[Entries taken from a collection]

----------

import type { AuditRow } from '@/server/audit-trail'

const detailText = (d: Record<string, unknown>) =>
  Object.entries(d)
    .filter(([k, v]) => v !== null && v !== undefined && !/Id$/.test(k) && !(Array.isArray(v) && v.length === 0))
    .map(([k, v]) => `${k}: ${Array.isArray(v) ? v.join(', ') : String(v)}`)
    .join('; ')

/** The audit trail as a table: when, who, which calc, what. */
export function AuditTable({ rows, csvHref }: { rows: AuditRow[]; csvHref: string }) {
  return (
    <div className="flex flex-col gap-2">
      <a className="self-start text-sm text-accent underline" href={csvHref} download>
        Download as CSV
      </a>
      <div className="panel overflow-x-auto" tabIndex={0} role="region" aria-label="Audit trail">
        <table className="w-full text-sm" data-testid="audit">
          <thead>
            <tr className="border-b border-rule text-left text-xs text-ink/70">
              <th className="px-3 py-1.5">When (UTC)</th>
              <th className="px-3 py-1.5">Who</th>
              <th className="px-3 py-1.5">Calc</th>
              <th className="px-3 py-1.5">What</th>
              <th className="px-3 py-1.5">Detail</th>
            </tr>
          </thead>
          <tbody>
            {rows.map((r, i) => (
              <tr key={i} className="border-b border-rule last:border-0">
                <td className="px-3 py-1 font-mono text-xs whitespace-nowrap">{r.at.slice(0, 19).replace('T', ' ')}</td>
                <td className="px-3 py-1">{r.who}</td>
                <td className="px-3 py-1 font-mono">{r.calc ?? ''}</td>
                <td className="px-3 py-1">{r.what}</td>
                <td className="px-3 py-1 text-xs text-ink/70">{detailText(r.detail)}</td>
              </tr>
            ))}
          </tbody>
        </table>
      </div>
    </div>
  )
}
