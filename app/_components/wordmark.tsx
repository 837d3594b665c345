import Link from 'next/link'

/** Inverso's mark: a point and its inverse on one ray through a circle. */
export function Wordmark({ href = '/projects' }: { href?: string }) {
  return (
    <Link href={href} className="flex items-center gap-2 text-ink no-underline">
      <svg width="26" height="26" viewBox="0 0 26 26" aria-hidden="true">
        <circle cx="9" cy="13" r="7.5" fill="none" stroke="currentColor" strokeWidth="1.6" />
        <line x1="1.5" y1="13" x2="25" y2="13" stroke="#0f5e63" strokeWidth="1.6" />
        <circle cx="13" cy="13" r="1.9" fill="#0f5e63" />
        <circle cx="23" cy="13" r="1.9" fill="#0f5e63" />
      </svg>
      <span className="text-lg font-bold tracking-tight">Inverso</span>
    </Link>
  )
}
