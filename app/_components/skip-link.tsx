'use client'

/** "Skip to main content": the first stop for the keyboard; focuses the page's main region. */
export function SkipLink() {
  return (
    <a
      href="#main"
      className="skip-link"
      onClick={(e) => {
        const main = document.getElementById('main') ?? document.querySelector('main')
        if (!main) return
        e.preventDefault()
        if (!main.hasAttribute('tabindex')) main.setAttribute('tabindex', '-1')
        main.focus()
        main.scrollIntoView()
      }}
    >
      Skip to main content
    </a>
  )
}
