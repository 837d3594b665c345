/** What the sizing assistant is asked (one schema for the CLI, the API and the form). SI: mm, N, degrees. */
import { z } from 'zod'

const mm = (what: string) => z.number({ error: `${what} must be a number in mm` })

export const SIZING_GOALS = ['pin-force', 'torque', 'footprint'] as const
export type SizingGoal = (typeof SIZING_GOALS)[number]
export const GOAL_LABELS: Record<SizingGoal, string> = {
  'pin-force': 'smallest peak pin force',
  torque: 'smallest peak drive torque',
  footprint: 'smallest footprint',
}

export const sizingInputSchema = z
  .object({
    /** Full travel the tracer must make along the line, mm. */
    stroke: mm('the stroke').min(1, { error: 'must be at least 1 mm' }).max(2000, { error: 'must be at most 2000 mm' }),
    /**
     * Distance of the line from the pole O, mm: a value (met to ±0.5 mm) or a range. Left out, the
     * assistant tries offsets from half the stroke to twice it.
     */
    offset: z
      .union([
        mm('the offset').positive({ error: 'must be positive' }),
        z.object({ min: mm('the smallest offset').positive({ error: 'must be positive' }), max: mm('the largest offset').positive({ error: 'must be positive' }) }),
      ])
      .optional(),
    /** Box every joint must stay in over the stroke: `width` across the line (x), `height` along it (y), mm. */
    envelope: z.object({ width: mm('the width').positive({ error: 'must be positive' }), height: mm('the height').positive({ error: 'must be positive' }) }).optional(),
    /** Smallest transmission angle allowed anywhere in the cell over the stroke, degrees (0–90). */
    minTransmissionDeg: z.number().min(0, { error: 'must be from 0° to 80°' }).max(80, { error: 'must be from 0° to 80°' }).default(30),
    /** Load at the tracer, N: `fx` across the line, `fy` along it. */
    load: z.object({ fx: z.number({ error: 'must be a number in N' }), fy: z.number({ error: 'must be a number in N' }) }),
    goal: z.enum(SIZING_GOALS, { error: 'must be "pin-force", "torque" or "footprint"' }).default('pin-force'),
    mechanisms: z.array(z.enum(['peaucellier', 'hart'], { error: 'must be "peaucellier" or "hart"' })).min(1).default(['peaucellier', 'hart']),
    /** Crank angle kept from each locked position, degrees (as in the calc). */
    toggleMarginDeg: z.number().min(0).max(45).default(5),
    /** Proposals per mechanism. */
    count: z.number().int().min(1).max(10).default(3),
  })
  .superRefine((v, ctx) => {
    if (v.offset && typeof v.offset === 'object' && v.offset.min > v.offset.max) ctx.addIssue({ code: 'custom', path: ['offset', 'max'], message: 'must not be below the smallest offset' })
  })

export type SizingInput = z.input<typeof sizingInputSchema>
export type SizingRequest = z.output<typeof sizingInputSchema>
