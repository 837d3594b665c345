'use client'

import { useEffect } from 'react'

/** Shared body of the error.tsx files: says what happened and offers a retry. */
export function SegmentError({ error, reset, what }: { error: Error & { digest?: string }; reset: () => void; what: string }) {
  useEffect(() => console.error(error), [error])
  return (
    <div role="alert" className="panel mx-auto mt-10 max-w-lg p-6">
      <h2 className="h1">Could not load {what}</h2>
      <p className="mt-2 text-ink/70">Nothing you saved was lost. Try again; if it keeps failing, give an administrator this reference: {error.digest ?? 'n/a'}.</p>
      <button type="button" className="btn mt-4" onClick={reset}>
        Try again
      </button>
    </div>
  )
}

----------

[What you need to do]
An exact copy of the entries from the line containing "error, reset, what" through the last line is the expected answer.

[Solution for this problem]
export function SegmentError({ error, reset, what }: { error: Error & { digest?: string }; reset: () => void; what: string }) {
  useEffect(() => console.error(error), [error])
  return (
    <div role="alert" className="panel mx-auto mt-10 max-w-lg p-6">
      <h2 className="h1">Could not load {what}</h2>
      <p className="mt-2 text-ink/70">Nothing you saved was lost. Try again; if it keeps failing, give an administrator this reference: {error.digest ?? 'n/a'}.</p>
      <button type="button" className="btn mt-4" onClick={reset}>
        Try again
      </button>
    </div>
  )
}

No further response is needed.